Task to carry out -
Work through the data below and copy out every line where "sampleMinCount" is found.

Data records -
____________

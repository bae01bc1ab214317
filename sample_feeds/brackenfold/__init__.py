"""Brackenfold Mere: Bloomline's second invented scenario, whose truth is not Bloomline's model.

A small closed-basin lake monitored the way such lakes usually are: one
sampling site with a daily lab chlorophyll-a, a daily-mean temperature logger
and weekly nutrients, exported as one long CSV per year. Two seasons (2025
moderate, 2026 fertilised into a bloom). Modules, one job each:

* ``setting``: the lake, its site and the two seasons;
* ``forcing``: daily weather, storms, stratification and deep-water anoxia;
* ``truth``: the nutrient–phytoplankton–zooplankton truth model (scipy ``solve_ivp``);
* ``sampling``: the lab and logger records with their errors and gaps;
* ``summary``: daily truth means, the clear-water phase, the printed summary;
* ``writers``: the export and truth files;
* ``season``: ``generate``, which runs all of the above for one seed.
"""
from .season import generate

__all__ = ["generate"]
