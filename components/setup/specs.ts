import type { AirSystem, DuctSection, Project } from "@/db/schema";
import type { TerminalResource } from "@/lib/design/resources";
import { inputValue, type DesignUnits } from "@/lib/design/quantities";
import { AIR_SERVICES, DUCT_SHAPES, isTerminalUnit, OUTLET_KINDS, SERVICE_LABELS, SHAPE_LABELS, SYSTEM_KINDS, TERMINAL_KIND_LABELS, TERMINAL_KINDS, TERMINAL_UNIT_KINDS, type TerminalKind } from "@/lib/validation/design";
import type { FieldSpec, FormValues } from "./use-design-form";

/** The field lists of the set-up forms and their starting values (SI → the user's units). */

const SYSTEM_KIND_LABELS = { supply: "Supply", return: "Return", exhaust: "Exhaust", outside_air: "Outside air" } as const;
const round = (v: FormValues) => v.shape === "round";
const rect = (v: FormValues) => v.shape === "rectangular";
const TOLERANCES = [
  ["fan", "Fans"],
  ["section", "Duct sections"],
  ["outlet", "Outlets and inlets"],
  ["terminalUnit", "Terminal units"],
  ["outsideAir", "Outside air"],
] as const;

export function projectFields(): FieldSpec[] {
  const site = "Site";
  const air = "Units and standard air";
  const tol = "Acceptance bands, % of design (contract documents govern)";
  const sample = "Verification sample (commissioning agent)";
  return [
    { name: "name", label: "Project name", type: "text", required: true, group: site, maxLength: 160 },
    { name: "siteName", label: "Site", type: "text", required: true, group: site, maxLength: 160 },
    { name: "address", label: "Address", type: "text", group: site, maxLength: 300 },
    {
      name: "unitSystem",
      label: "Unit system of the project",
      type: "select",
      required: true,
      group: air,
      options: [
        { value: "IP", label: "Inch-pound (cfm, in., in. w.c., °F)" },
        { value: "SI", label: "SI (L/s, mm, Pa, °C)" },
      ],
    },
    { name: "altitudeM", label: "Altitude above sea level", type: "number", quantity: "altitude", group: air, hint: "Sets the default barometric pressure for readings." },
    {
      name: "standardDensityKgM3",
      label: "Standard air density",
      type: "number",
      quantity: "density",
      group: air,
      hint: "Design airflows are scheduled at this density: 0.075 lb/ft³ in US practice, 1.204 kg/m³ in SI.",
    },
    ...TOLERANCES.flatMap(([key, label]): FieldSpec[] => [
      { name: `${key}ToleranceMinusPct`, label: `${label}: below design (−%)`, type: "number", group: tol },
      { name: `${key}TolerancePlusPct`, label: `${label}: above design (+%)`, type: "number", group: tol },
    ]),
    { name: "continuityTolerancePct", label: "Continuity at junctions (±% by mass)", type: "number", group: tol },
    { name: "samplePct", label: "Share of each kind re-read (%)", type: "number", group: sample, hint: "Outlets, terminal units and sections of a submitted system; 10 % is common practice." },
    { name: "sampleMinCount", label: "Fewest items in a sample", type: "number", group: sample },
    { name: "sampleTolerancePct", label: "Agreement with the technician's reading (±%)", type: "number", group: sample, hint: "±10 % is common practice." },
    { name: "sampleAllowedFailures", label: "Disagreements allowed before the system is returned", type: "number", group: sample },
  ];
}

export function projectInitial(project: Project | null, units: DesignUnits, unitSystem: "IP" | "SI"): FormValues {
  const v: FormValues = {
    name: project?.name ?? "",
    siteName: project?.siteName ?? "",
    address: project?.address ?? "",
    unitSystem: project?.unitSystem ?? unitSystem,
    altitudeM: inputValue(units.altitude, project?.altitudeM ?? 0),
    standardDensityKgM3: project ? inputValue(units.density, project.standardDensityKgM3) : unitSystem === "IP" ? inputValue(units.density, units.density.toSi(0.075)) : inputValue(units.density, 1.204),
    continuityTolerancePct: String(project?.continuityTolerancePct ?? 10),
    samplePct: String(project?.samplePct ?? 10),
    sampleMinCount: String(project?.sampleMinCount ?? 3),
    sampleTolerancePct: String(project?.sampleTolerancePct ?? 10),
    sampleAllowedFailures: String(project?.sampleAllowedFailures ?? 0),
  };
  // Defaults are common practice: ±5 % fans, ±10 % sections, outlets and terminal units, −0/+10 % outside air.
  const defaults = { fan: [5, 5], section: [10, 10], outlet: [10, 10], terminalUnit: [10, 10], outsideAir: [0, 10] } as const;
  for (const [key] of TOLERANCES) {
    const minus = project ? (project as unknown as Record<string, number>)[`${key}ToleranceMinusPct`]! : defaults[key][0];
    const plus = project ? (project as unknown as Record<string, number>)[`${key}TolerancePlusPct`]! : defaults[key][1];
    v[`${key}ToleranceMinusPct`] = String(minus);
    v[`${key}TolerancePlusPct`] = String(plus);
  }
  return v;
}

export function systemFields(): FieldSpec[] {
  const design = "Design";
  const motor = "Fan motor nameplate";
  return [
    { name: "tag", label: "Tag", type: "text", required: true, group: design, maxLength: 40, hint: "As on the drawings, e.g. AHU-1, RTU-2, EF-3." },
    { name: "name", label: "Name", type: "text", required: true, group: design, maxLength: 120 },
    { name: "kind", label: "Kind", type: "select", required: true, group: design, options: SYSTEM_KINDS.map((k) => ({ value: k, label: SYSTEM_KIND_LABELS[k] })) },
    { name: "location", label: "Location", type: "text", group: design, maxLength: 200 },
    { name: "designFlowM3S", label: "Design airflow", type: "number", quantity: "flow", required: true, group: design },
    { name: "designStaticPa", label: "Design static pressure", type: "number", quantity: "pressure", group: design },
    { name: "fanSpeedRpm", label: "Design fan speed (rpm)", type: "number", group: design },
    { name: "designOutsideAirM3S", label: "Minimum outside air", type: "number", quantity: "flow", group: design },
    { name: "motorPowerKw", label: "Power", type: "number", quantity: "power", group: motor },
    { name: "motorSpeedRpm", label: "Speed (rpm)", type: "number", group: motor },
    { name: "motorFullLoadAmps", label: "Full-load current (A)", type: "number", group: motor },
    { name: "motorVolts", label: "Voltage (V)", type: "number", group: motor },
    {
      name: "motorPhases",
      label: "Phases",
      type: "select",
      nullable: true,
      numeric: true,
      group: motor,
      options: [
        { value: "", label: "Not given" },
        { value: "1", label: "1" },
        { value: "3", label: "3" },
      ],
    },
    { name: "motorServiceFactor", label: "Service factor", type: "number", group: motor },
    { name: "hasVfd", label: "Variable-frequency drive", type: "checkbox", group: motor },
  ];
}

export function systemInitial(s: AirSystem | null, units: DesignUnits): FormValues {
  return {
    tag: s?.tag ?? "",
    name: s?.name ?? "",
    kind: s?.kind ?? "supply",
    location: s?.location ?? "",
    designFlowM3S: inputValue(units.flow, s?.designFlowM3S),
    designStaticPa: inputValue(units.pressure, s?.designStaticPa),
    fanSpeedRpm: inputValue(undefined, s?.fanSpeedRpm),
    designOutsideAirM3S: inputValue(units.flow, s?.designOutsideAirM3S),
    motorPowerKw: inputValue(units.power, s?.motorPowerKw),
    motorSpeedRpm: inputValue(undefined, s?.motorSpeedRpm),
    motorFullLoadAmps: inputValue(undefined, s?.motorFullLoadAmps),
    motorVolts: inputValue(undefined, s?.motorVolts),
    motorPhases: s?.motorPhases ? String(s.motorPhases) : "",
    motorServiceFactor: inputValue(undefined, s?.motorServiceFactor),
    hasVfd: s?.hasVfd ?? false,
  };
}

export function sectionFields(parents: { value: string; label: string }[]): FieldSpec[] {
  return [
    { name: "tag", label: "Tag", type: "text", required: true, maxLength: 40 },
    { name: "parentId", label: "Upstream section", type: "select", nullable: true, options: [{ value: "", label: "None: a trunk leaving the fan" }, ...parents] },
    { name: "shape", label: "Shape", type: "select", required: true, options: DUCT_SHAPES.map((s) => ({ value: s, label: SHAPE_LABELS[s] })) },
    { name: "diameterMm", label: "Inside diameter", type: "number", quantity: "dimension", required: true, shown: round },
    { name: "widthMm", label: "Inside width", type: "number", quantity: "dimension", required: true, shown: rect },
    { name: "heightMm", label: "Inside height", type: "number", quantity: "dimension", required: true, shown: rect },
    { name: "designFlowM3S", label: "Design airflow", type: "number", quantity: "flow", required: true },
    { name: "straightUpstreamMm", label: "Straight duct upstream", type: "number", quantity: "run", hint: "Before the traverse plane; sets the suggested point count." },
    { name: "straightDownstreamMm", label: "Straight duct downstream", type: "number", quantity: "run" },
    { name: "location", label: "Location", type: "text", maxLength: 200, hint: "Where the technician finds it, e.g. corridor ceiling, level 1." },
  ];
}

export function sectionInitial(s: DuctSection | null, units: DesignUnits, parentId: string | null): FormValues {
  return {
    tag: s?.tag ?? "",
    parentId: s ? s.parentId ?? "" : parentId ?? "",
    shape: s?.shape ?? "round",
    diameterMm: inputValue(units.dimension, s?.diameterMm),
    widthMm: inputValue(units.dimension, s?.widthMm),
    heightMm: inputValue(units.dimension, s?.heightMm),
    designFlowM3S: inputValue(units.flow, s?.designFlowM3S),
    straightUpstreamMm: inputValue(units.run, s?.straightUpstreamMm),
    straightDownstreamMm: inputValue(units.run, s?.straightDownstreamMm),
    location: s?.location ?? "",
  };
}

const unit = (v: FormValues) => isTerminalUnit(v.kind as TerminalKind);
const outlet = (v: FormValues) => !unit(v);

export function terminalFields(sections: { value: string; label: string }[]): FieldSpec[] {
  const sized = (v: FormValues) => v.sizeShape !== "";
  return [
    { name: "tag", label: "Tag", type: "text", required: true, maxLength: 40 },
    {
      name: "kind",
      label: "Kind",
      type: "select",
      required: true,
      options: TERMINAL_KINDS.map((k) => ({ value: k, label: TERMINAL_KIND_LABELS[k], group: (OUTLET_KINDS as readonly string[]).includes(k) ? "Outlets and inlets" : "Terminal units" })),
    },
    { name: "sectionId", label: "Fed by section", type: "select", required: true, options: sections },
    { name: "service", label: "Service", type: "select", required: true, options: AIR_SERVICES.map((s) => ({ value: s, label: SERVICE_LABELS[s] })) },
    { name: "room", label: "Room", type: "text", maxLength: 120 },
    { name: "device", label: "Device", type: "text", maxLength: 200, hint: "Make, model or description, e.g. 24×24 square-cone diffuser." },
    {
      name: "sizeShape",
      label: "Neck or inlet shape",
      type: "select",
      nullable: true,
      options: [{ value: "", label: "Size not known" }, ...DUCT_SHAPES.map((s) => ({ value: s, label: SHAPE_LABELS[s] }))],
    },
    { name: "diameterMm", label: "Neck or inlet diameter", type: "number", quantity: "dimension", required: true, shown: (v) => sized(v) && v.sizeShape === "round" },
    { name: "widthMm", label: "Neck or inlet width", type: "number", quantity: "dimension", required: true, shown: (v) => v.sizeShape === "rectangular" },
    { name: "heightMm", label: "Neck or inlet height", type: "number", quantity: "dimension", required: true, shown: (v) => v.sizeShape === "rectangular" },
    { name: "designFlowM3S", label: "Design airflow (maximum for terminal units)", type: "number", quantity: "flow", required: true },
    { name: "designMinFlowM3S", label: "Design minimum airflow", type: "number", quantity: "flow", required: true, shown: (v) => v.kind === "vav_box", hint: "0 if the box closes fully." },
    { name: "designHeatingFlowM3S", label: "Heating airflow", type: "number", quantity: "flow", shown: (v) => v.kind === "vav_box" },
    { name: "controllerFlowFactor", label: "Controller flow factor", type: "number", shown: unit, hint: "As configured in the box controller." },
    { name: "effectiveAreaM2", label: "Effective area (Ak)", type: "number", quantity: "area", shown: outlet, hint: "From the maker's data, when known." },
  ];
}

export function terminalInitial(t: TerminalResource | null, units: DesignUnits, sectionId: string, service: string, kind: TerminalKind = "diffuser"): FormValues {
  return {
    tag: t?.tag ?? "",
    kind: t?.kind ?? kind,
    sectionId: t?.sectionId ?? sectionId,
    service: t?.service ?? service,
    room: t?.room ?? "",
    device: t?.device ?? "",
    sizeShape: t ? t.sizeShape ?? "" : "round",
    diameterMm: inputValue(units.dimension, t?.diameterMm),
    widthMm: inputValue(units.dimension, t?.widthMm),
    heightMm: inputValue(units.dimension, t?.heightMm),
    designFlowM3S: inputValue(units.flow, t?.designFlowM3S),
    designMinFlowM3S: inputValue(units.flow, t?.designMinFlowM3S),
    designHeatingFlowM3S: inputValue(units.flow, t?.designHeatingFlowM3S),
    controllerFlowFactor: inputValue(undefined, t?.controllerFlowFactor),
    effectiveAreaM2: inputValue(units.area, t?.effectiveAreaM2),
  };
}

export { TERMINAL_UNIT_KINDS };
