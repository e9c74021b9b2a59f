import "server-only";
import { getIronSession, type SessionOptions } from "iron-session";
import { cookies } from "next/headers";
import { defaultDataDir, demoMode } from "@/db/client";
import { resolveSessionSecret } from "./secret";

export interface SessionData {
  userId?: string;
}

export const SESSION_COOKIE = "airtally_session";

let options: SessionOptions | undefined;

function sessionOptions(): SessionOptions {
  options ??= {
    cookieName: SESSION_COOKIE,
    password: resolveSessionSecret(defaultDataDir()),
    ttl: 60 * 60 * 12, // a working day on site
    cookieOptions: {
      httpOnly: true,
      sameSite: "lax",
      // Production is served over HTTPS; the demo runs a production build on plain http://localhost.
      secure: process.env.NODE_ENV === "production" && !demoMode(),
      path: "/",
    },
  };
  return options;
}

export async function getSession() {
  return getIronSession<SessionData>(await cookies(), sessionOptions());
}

____________

Written answer -
    { name: "sampleMinCount", label: "Fewest items in a sample", type: "number", group: sample },
    sampleMinCount: String(project?.sampleMinCount ?? 3),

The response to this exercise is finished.